__Problem to solve__.
Where the records hold the string "values", show the whole line it sits on.

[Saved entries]

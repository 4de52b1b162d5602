/**
 * One bad stored hour never stops a site's recomputes: an hour in year 9999 (stored before uploads
 * checked their times) is left out and reported; an hour the engine cannot compute is stored as
 * suspect with the reason while the other hours are computed.
 */
import { and, asc, eq } from 'drizzle-orm';
import { beforeAll, expect, it } from 'vitest';
import { db } from '~/server/db/client';
import { plantUnits, tags, unitHours } from '~/server/db/schema';
import { writeTagHours } from '~/server/services/tag-hours';
import { handleComputeUnitHours } from '~/server/services/engine';
import { createSiteFromModel } from '~/server/services/plant-model';
import { describeIntegration } from '../support/integration';
import { uniqueName } from '../plant/support';
import { P_ATM_Pa, steadyHour, valveCase } from '../engine/cases';

const H = 3_600_000;
const H0 = Date.UTC(2025, 5, 3, 8);
let siteId: string;
let unitId: string;

async function writeHour(tag: string, hourMs: number, th: ReturnType<typeof steadyHour>) {
  const [t] = await db().select({ seq: tags.seq }).from(tags).where(and(eq(tags.siteId, siteId), eq(tags.name, tag)));
  const tagId = t?.seq ?? (await db().insert(tags).values({ siteId, name: tag }).returning({ seq: tags.seq }))[0]!.seq;
  await writeTagHours([{ tagId, hourStart: new Date(hourMs), ...th }]);
}

describeIntegration('compute-unit-hours with a bad stored hour', () => {
  const c = valveCase();
  beforeAll(async () => {
    const model = {
      format: 'lossline-plant-model',
      version: 1,
      site: { name: uniqueName('Bad hour works'), timeZone: 'UTC', p_atm_Pa: P_ATM_Pa, deadState: { T0_K: 298.15, p0_Pa: 101325 }, currency: 'EUR', prices: [] },
      units: [{ name: c.id, kind: c.kind, parameters: c.parameters, ports: c.ports, links: c.links.map((l) => ({ port: l.port, quantity: l.quantity, tag: l.tag, unit: l.unit })) }],
    };
    siteId = (await createSiteFromModel(model)).siteId;
    unitId = (await db().select().from(plantUnits).where(eq(plantUnits.siteId, siteId)))[0]!.id;
    for (const l of c.links) for (let h = 0; h < 3; h++) await writeHour(l.tag, H0 + h * H, steadyHour(l.reading));
    for (const l of c.links) await writeHour(l.tag, Date.UTC(9999, 11, 31, 23), steadyHour(l.reading));
  });

  it('an hour in year 9999 is left out and reported; the real hours are computed, again and again', async () => {
    for (let run = 0; run < 2; run++) {
      const out = await handleComputeUnitHours({ siteId, fromMs: 0, toMs: Date.UTC(10000, 0, 1) });
      expect(out.outsideSaneSpan).toBeDefined();
      const rows = await db().select().from(unitHours).where(eq(unitHours.unitId, unitId)).orderBy(asc(unitHours.hourStart));
      expect(rows.map((r) => r.hourStart.getTime())).toEqual([H0, H0 + H, H0 + 2 * H]);
      expect(rows.every((r) => r.state === 'steady')).toBe(true);
    }
  });

  it('an hour with impossible readings is marked suspect with its reason; the hours around it are computed', async () => {
    for (const l of c.links) await writeHour(l.tag, H0 + 3 * H, steadyHour(l.reading));
    // Tag hours hold float4 (about 3.4e38 at most); an absurd reading as large as they can hold.
    await writeHour('PRV_IN_P', H0 + 3 * H, { ...steadyHour(1), mean: 3e38, min: 3e38, max: 3e38, std: 0 });
    for (const l of c.links) await writeHour(l.tag, H0 + 4 * H, steadyHour(l.reading));
    const out = await handleComputeUnitHours({ siteId, fromMs: H0, toMs: H0 + 5 * H });
    expect(out.computed).toBeGreaterThanOrEqual(2);
    const rows = await db().select().from(unitHours).where(eq(unitHours.unitId, unitId)).orderBy(asc(unitHours.hourStart));
    const byHour = new Map(rows.map((r) => [r.hourStart.getTime(), r]));
    expect(byHour.get(H0 + 3 * H)?.state).toBe('suspect');
    expect(byHour.get(H0 + 3 * H)?.reasons.length).toBeGreaterThan(0);
    expect(byHour.get(H0 + 4 * H)?.state).toBe('steady');
  });
});
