/**
 * The rejected-cell CSV (uploads/{id}/rejects.csv) holds texts taken from the uploaded file as they
 * were: a cell a spreadsheet would run as a formula (starting with =, +, -, @) must come out as text.
 * Expected escaping: papaparse's escapeFormulae (a leading apostrophe, the cell quoted), as RFC 4180
 * readers and spreadsheets take it.
 */
import { randomUUID } from 'node:crypto';
import Papa from 'papaparse';
import { beforeAll, expect, it } from 'vitest';
import { db } from '~/server/db/client';
import { sites, uploadRejects, uploads } from '~/server/db/schema';
import { rejectsCsv } from '~/server/services/uploads';
import { describeIntegration } from '../support/integration';

const HOSTILE = ['=HYPERLINK("http://example.invalid","x")', '+1+cmd|/C calc', '-2+3', '@SUM(A1:A2)'];

describeIntegration('rejected-cell CSV', () => {
  let uploadId: string;

  beforeAll(async () => {
    const [s] = await db().insert(sites).values({ name: `Rejects CSV site ${Date.now()}`, timeZone: 'UTC' }).returning();
    const [u] = await db()
      .insert(uploads)
      .values({ siteId: s!.id, fileName: 'hostile.csv', objectKey: `test/${randomUUID()}`, source: 'api', status: 'done' })
      .returning();
    uploadId = u!.id;
    await db()
      .insert(uploadRejects)
      .values([
        ...HOSTILE.map((raw, i) => ({ uploadId, seq: i, line: 10 + i, tag: 'HG.FT-112', time: '2026-03-10T00:00:00Z', raw, reason: 'text' })),
        { uploadId, seq: HOSTILE.length, line: 20, tag: '=B1.TT-102', time: '2026-03-10T00:01:00Z', raw: 'Shutdown', reason: 'text' },
      ]);
  });

  it('escapes cells that start like a formula, in the text and in the tag, and keeps plain ones as they are', async () => {
    const csv = await rejectsCsv(uploadId);
    const rows = Papa.parse<string[]>(csv.trimEnd(), { newline: '\r\n' }).data;
    expect(rows[0]).toEqual(['line', 'tag', 'time', 'text', 'reason']);
    expect(rows.slice(1, 1 + HOSTILE.length).map((r) => r[3])).toEqual(HOSTILE.map((h) => `'${h}`));
    const last = rows[1 + HOSTILE.length]!;
    expect(last[1]).toBe("'=B1.TT-102");
    expect(last[3]).toBe('Shutdown');
    // no line of the file starts a cell with a formula character outside quotes
    for (const line of csv.split('\r\n')) for (const cell of line.split(',')) expect(cell).not.toMatch(/^[=+\-@]/);
  });
});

__Your solution__.
  const tagId = t?.seq ?? (await db().insert(tags).values({ siteId, name: tag }).returning({ seq: tags.seq }))[0]!.seq;
    const [s] = await db().insert(sites).values({ name: `Rejects CSV site ${Date.now()}`, timeZone: 'UTC' }).returning();
      .values({ siteId: s!.id, fileName: 'hostile.csv', objectKey: `test/${randomUUID()}`, source: 'api', status: 'done' })
      .values([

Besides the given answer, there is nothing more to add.